Jun.-Prof. Dr. Stephan Gekle
Fakultät für Mathematik, Physik und Informatik
Nachwuchsgruppe Theoretische Physik
Starting with a non-optimized OpenMP version of our code, we have implemented several node-level improvements together with an hybrid OpenMP and MPI implementation within the framework of the KONWIHR project within 6 months. The total scaling behavior of the code was found to be similar to a comparable GROMACS setup. We identified the occurrence of multiple FFTs as the main issue. Furthermore, the biggest data structures (Verlet lists and Fourier grids) are distributed over several compute nodes, enabling the simulation of larger systems that would otherwise not fit into a single machine. On the whole, all proposed goals have been achieved (MPI parallelization of the real and Fourier spaces, and a scheme to find the optimal parameter set). Beyond that, several other parts of the program received additional parallelization and node-level optimizations. These amount to a speed-up of around 2.5× using a single compute node compared to the original version.
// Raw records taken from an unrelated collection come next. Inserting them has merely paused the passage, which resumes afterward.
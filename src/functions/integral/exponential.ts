/** Ei, E_n, Si, Ci, Shi, Chi: at 0 with their logarithms and at infinity. Sources: DLMF 6.6, 6.12, 8.19, 8.20. */
import { type Expression, Q, type Rational, rationalOf } from '../../expression/index.ts';
import { argument, cos, euler, exp, gamma, lift, log, minus, neg, over, pi, plus, pow, q, scaled, sin, square, times } from '../compose.ts';
import type { FormalSeries, LocalForm, Place } from '../description.ts';
import { asInteger } from '../exactForms.ts';
import { alternating, atInfinity, F1, F2, form, isAt, ratioSeries, realLog, series, terminationLength } from '../formal.ts';
import { lowerSeriesAtZero } from '../gamma/incomplete.ts';
import { factorial, harmonicNumber } from '../sequences.ts';

/** sum of sign^k k! z^-k. */
const factorialSeries = (z: Expression, sign: 1 | -1): FormalSeries =>
  series(over(1, z), (k) => Q.rational(sign === -1 && k % 2 === 1 ? -factorial(k) : factorial(k)), { divergent: true });

/** sum over k >= 1 of x^k/(k k!). */
const exponentialIntegralSeries = (x: Expression): FormalSeries => series(x, (k) => (k === 0 ? Q.ZERO : Q.rational(1n, BigInt(k) * factorial(k))));

export function eiLocal(_args: readonly Expression[], _index: number, place: Place): LocalForm | null {
  if (place.kind === 'infinite') {
    if (place.direction !== 1 && place.direction !== -1) return null;
    const z = place.argument;
    return form(times(exp(z), over(1, z), F1), [factorialSeries(z, 1)], 'DLMF 6.12.2, 6.12.1');
  }
  if (!isAt(place, 0) || place.side === 'complex') return null;
  return form(plus(euler, realLog(place), F1), [exponentialIntegralSeries(place.offset)], 'DLMF 6.6.1');
}

/** E_n(x) in x. */
export function expIntegralLocal(args: readonly Expression[], index: number, place: Place): LocalForm | null {
  if (index !== 1) return null;
  const n = argument(args, 0);
  const exact = rationalOf(n);
  if (place.kind === 'infinite') {
    if (place.direction !== 1 && place.direction !== -1) return null;
    const x = place.argument;
    const length = terminationLength([exact ?? n]);
    const falling = ratioSeries(over(1, x), Q.ONE, (k) => scaled(Q.MINUS_ONE, exact ? Q.add(exact, Q.rational(k)) : plus(n, k)), {
      divergent: length === null,
      ...(length === null ? {} : { length }),
    });
    return form(times(exp(neg(x)), over(1, x), F1), [falling], 'DLMF 8.20.2');
  }
  if (!isAt(place, 0)) return null;
  const x = place.offset;
  const order = asInteger(n);
  const lower = lowerSeriesAtZero(lift(exact ? Q.subtract(Q.ONE, exact) : minus(1, n)), x);
  if (order !== null && order >= 1) {
    const scale = Q.divide(alternating(order - 1), Q.rational(factorial(order - 1)));
    return form(minus(times(scale, pow(x, order - 1), minus(minus(harmonicNumber(order - 1), euler), log(x))), F1), [lower], 'DLMF 8.19.8');
  }
  return form(minus(times(gamma(minus(1, n)), pow(x, minus(n, 1))), F1), [lower], 'DLMF 8.19.10');
}

/** E_n at 0 for n > 1 and E_0, E_-1, ... which are elementary (DLMF 8.19.6, 8.4.8). */
export function expIntegralValue(args: readonly Expression[]): Expression | null {
  const x = argument(args, 1);
  const n = rationalOf(argument(args, 0));
  const zero = rationalOf(x);
  if (n && zero && Q.isZero(zero)) return Q.compare(n, Q.ONE) > 0 ? lift(Q.reciprocal(Q.subtract(n, Q.ONE))) : null;
  if (!n || n.den !== 1n || n.num > 0n || n.num < -30n) return null;
  const m = -Number(n.num);
  const terms = Array.from({ length: m + 1 }, (_, k) => times(Q.rational(factorial(m), factorial(m - k)), pow(x, -k - 1)));
  return times(exp(neg(x)), plus(...terms));
}

/** sum of sign^k z^(2k+shift)/((2k+shift) (2k+shift)!). */
function sineIntegralSeries(z: Expression, shift: 0 | 1, sign: 1 | -1): FormalSeries {
  return series(z, (j) => {
    if (j === 0 || j % 2 !== shift) return Q.ZERO;
    const k = (j - shift) / 2;
    return Q.rational(sign === -1 && k % 2 === 1 ? -1n : 1n, BigInt(j) * factorial(j));
  });
}

/** The auxiliary f and g (DLMF 6.12.3, 6.12.4) without their leading powers, in 1/z^2. */
const auxiliaries = (z: Expression): readonly [FormalSeries, FormalSeries] => {
  const inverseSquare = over(1, square(z));
  const rule =
    (odd: 0 | 1) =>
    (k: number): Rational =>
      Q.multiply(alternating(k), Q.rational(factorial(2 * k + odd)));
  return [series(inverseSquare, rule(0), { divergent: true }), series(inverseSquare, rule(1), { divergent: true })];
};

export function siLocal(_args: readonly Expression[], _index: number, place: Place): LocalForm | null {
  if (place.kind === 'infinite') {
    if (place.direction !== 1 && place.direction !== -1) return null;
    const z = place.argument;
    // f and g are odd and even in z as they stand, so both directions differ in the constant alone.
    const constant = times(place.direction, q(1, 2), pi);
    return form(minus(minus(constant, times(cos(z), over(1, z), F1)), times(sin(z), over(1, square(z)), F2)), auxiliaries(z), 'DLMF 6.2.19, 6.12.3, 6.12.4');
  }
  if (!isAt(place, 0)) return null;
  return form(F1, [sineIntegralSeries(place.offset, 1, -1)], 'DLMF 6.6.5');
}

export function ciLocal(_args: readonly Expression[], _index: number, place: Place): LocalForm | null {
  if (place.kind === 'infinite') {
    if (place.direction !== 1 && place.direction !== -1) return null;
    const z = place.argument;
    const constant = place.direction === 1 ? lift(0) : times(lift({ kind: 'constant', name: 'i' }), pi);
    return form(plus(constant, times(sin(z), over(1, z), F1), neg(times(cos(z), over(1, square(z)), F2))), auxiliaries(z), 'DLMF 6.2.20, 6.12.3, 6.12.4, 6.4.4');
  }
  if (!isAt(place, 0)) return null;
  return form(plus(euler, log(place.offset), F1), [sineIntegralSeries(place.offset, 0, -1)], 'DLMF 6.6.6');
}

export function shiLocal(_args: readonly Expression[], _index: number, place: Place): LocalForm | null {
  if (place.kind === 'infinite') {
    if (place.direction !== 1 && place.direction !== -1) return null;
    const z = place.argument;
    // Shi = (Ei + E_1)/2 on the positive axis, and odd.
    return form(times(q(1, 2), plus(times(exp(z), over(1, z), F1), times(exp(neg(z)), over(1, z), F2))), [factorialSeries(z, 1), factorialSeries(z, -1)], 'DLMF 6.5.5, 6.12.1, 6.12.2');
  }
  if (!isAt(place, 0)) return null;
  return form(F1, [sineIntegralSeries(place.offset, 1, 1)], 'DLMF 6.6.5 with z replaced by iz');
}

export function chiLocal(_args: readonly Expression[], _index: number, place: Place): LocalForm | null {
  const z = atInfinity(place, 1);
  if (z) return form(times(q(1, 2), minus(times(exp(z), over(1, z), F1), times(exp(neg(z)), over(1, z), F2))), [factorialSeries(z, 1), factorialSeries(z, -1)], 'DLMF 6.5.6, 6.12.1, 6.12.2');
  if (place.kind === 'infinite' || !isAt(place, 0)) return null;
  return form(plus(euler, log(place.offset), F1), [sineIntegralSeries(place.offset, 0, 1)], 'DLMF 6.6.6 with z replaced by iz');
}

/** Cin(z) = gamma + log z - Ci(z), entire and even (DLMF 6.6.6). */
export function cinLocal(_args: readonly Expression[], _index: number, place: Place): LocalForm | null {
  if (place.kind === 'infinite' || !isAt(place, 0)) return null;
  const rule = sineIntegralSeries(place.offset, 0, -1);
  return form(neg(F1), [rule], 'DLMF 6.2.13, 6.6.6');
}

/** Ein(z) = E_1(z) + log z + gamma, entire (DLMF 6.2.4, 6.6.4). */
export function einLocal(_args: readonly Expression[], _index: number, place: Place): LocalForm | null {
  if (place.kind === 'infinite' || !isAt(place, 0)) return null;
  return form(neg(F1), [exponentialIntegralSeries(neg(place.offset))], 'DLMF 6.6.4');
}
Although an optimization of the existing FFT libraries is not feasible, some other performance improvements would be possible for a future project. For example, the Verlet list can be changed to use less memory and exhibit a better scaling behavior, the memory access patterns in the real space can be optimized, and SIMD instructions could be used to further improve the node-level performance. Finally, switching the underlying SPME method to a fast multipole method would eliminate the FFT bottleneck, but it is estimated to be a rather lengthy and complex task.